Exercise aim
Your task is to give the data again, exactly, with every line intact.

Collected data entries
"""Why it misses: the miss split into shares that add up to it.

From the nominal parts to the effective ones on a straight line in the state, each coordinate's partial derivative of
f/target is integrated along it (Aumann & Shapley 1974): the shares add up to the whole change, whatever its size, and
depend on no order. The probe goes the same way, from lifted to as given.
"""

from __future__ import annotations

from collections.abc import Sequence
from dataclasses import replace

import numpy as np

from benchfit.explain.model import Array, Model, View
from benchfit.explain.parts import Averaged
from benchfit.explain.result import Miss, Share
from benchfit.quantity import Toleranced

_NODES, _WEIGHTS = np.polynomial.legendre.leggauss(24)


def _loaded(view: View, share: Array | float) -> View:
    loads = {node: (g * share, c * share) for node, (g, c) in view.loads.items()}
    return replace(view, loads=loads)


def _function(model: Model, view: View, which: str, states: Array, load: Array | float) -> Array:
    f, duty = model.frequency_and_duty(states, _loaded(view, load))
    return f if which == "frequency" else duty


def path_shares(model: Model, view: View, which: str, effective: Array) -> tuple[Array, float, float]:
    """Shares (n parameters, then the probe) of F(effective, probe) − F(nominal, no probe), and both ends.

    NaN where either end, or the way between them, does not oscillate.
    """
    start = model.nominal
    move = effective - start
    active = np.flatnonzero(np.abs(move) > 0)
    parts = [i for i in active if model.parameters[i].part is not None or ":" in model.parameters[i].name]
    parts = [i for i in parts if not model.parameters[i].name.startswith(("gain", "offset"))]
    s = 0.5 * (_NODES + 1)
    base = start + s[:, None] * move
    count = len(parts) + 1
    up = np.repeat(base[:, None, :], count, axis=1)
    down = up.copy()
    h = 1e-4
    for k, i in enumerate(parts):
        up[:, k, i] += h * move[i]
        down[:, k, i] -= h * move[i]
    load_up = np.repeat(s[:, None], count, axis=1)
    load_down = load_up.copy()
    load_up[:, -1] += h
    load_down[:, -1] -= h
    with np.errstate(all="ignore"):
        slope = (
            _function(model, view, which, up, load_up) - _function(model, view, which, down, load_down)
        ) / (2 * h)
        ends = np.stack([start, effective])
        first = float(_function(model, view, which, ends[:1], 0.0)[0])
        last = float(_function(model, view, which, ends[1:], 1.0)[0])
    shares = 0.5 * _WEIGHTS @ slope
    out = np.zeros(len(model.parameters) + 1)
    out[parts] = shares[:-1]
    out[-1] = shares[-1]
    # What quadrature and differences leave (parts in 1e8) goes to the shares in proportion, so that they add
    # up.
    total, whole = float(np.sum(out)), last - first
    weight = float(np.sum(np.abs(out)))
    if weight > 0 and np.isfinite(total):
        out += (whole - total) * np.abs(out) / weight
    return out, first, last


def miss_of(model: Model, averaged: Averaged, which: str, target: Toleranced, built: float | None) -> Miss:
    """The miss budget of frequency or duty, averaged over the live hypotheses with the spread between them."""
    goal = target.nominal
    limits = (target.low / goal - 1, target.high / goal - 1) if target.stated else None
    with np.errstate(all="ignore"):
        paper = float(_function(model, model.views[0].without_probe(), which, model.nominal[None, :], 0.0)[0])
    on_paper = paper / goal - 1 if np.isfinite(paper) else None
    if built is None:
        return Miss(goal, None, None, on_paper, limits=limits)
    miss = built / goal - 1
    rows, kept, fitted = [], [], []
    for q, w in zip(averaged.weights, averaged.live, strict=True):
        shares, _, last = path_shares(model, model.views[0], which, w.mean)
        if np.all(np.isfinite(shares)) and np.isfinite(last):
            rows.append(shares)
            kept.append(q)
            fitted.append(_within(model, w.covariance, w.mean, shares))
    if not rows or on_paper is None:
        return Miss(goal, built, miss, on_paper, (), None if on_paper is None else miss - on_paper, limits)
    q = np.array(kept) / sum(kept)
    table = np.array(rows) / goal
    mean = q @ table
    spread = np.sqrt(q @ ((table - mean) ** 2 + np.array(fitted) / goal**2))
    names = [p.name for p in model.parameters] + ["probe"]
    found = [
        Share(n, float(x), float(u))
        for n, x, u in zip(names, mean, spread, strict=True)
        if abs(x) > 0 or (n == "probe" and model.views[0].loads)
    ]
    found.sort(key=lambda s: -abs(s.share))
    unexplained = miss - on_paper - sum(s.share for s in found)
    return Miss(goal, built, miss, on_paper, tuple(found), float(unexplained), limits)


def _within(model: Model, covariance: Array, mean: Array, shares: Array) -> Array:
    """Variance of each share within one hypothesis: the share per unit of its own coordinate, times that u."""
    move = mean - model.nominal
    u = np.sqrt(np.maximum(np.diag(covariance), 0.0))
    with np.errstate(all="ignore"):
        per_unit = np.where(np.abs(move) > 0, shares[:-1] / move, 0.0)
    return np.append((per_unit * u) ** 2, 0.0)


def largest(misses: Sequence[Share]) -> Share | None:
    """The share that moves the most."""
    return max(misses, key=lambda s: abs(s.share), default=None)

Task output
"""Why it misses: the miss split into shares that add up to it.

From the nominal parts to the effective ones on a straight line in the state, each coordinate's partial derivative of
f/target is integrated along it (Aumann & Shapley 1974): the shares add up to the whole change, whatever its size, and
depend on no order. The probe goes the same way, from lifted to as given.
"""

from __future__ import annotations

from collections.abc import Sequence
from dataclasses import replace

import numpy as np

from benchfit.explain.model import Array, Model, View
from benchfit.explain.parts import Averaged
from benchfit.explain.result import Miss, Share
from benchfit.quantity import Toleranced

_NODES, _WEIGHTS = np.polynomial.legendre.leggauss(24)


def _loaded(view: View, share: Array | float) -> View:
    loads = {node: (g * share, c * share) for node, (g, c) in view.loads.items()}
    return replace(view, loads=loads)


def _function(model: Model, view: View, which: str, states: Array, load: Array | float) -> Array:
    f, duty = model.frequency_and_duty(states, _loaded(view, load))
    return f if which == "frequency" else duty


def path_shares(model: Model, view: View, which: str, effective: Array) -> tuple[Array, float, float]:
    """Shares (n parameters, then the probe) of F(effective, probe) − F(nominal, no probe), and both ends.

    NaN where either end, or the way between them, does not oscillate.
    """
    start = model.nominal
    move = effective - start
    active = np.flatnonzero(np.abs(move) > 0)
    parts = [i for i in active if model.parameters[i].part is not None or ":" in model.parameters[i].name]
    parts = [i for i in parts if not model.parameters[i].name.startswith(("gain", "offset"))]
    s = 0.5 * (_NODES + 1)
    base = start + s[:, None] * move
    count = len(parts) + 1
    up = np.repeat(base[:, None, :], count, axis=1)
    down = up.copy()
    h = 1e-4
    for k, i in enumerate(parts):
        up[:, k, i] += h * move[i]
        down[:, k, i] -= h * move[i]
    load_up = np.repeat(s[:, None], count, axis=1)
    load_down = load_up.copy()
    load_up[:, -1] += h
    load_down[:, -1] -= h
    with np.errstate(all="ignore"):
        slope = (
            _function(model, view, which, up, load_up) - _function(model, view, which, down, load_down)
        ) / (2 * h)
        ends = np.stack([start, effective])
        first = float(_function(model, view, which, ends[:1], 0.0)[0])
        last = float(_function(model, view, which, ends[1:], 1.0)[0])
    shares = 0.5 * _WEIGHTS @ slope
    out = np.zeros(len(model.parameters) + 1)
    out[parts] = shares[:-1]
    out[-1] = shares[-1]
    # What quadrature and differences leave (parts in 1e8) goes to the shares in proportion, so that they add
    # up.
    total, whole = float(np.sum(out)), last - first
    weight = float(np.sum(np.abs(out)))
    if weight > 0 and np.isfinite(total):
        out += (whole - total) * np.abs(out) / weight
    return out, first, last


def miss_of(model: Model, averaged: Averaged, which: str, target: Toleranced, built: float | None) -> Miss:
    """The miss budget of frequency or duty, averaged over the live hypotheses with the spread between them."""
    goal = target.nominal
    limits = (target.low / goal - 1, target.high / goal - 1) if target.stated else None
    with np.errstate(all="ignore"):
        paper = float(_function(model, model.views[0].without_probe(), which, model.nominal[None, :], 0.0)[0])
    on_paper = paper / goal - 1 if np.isfinite(paper) else None
    if built is None:
        return Miss(goal, None, None, on_paper, limits=limits)
    miss = built / goal - 1
    rows, kept, fitted = [], [], []
    for q, w in zip(averaged.weights, averaged.live, strict=True):
        shares, _, last = path_shares(model, model.views[0], which, w.mean)
        if np.all(np.isfinite(shares)) and np.isfinite(last):
            rows.append(shares)
            kept.append(q)
            fitted.append(_within(model, w.covariance, w.mean, shares))
    if not rows or on_paper is None:
        return Miss(goal, built, miss, on_paper, (), None if on_paper is None else miss - on_paper, limits)
    q = np.array(kept) / sum(kept)
    table = np.array(rows) / goal
    mean = q @ table
    spread = np.sqrt(q @ ((table - mean) ** 2 + np.array(fitted) / goal**2))
    names = [p.name for p in model.parameters] + ["probe"]
    found = [
        Share(n, float(x), float(u))
        for n, x, u in zip(names, mean, spread, strict=True)
        if abs(x) > 0 or (n == "probe" and model.views[0].loads)
    ]
    found.sort(key=lambda s: -abs(s.share))
    unexplained = miss - on_paper - sum(s.share for s in found)
    return Miss(goal, built, miss, on_paper, tuple(found), float(unexplained), limits)


def _within(model: Model, covariance: Array, mean: Array, shares: Array) -> Array:
    """Variance of each share within one hypothesis: the share per unit of its own coordinate, times that u."""
    move = mean - model.nominal
    u = np.sqrt(np.maximum(np.diag(covariance), 0.0))
    with np.errstate(all="ignore"):
        per_unit = np.where(np.abs(move) > 0, shares[:-1] / move, 0.0)
    return np.append((per_unit * u) ** 2, 0.0)


def largest(misses: Sequence[Share]) -> Share | None:
    """The share that moves the most."""
    return max(misses, key=lambda s: abs(s.share), default=None)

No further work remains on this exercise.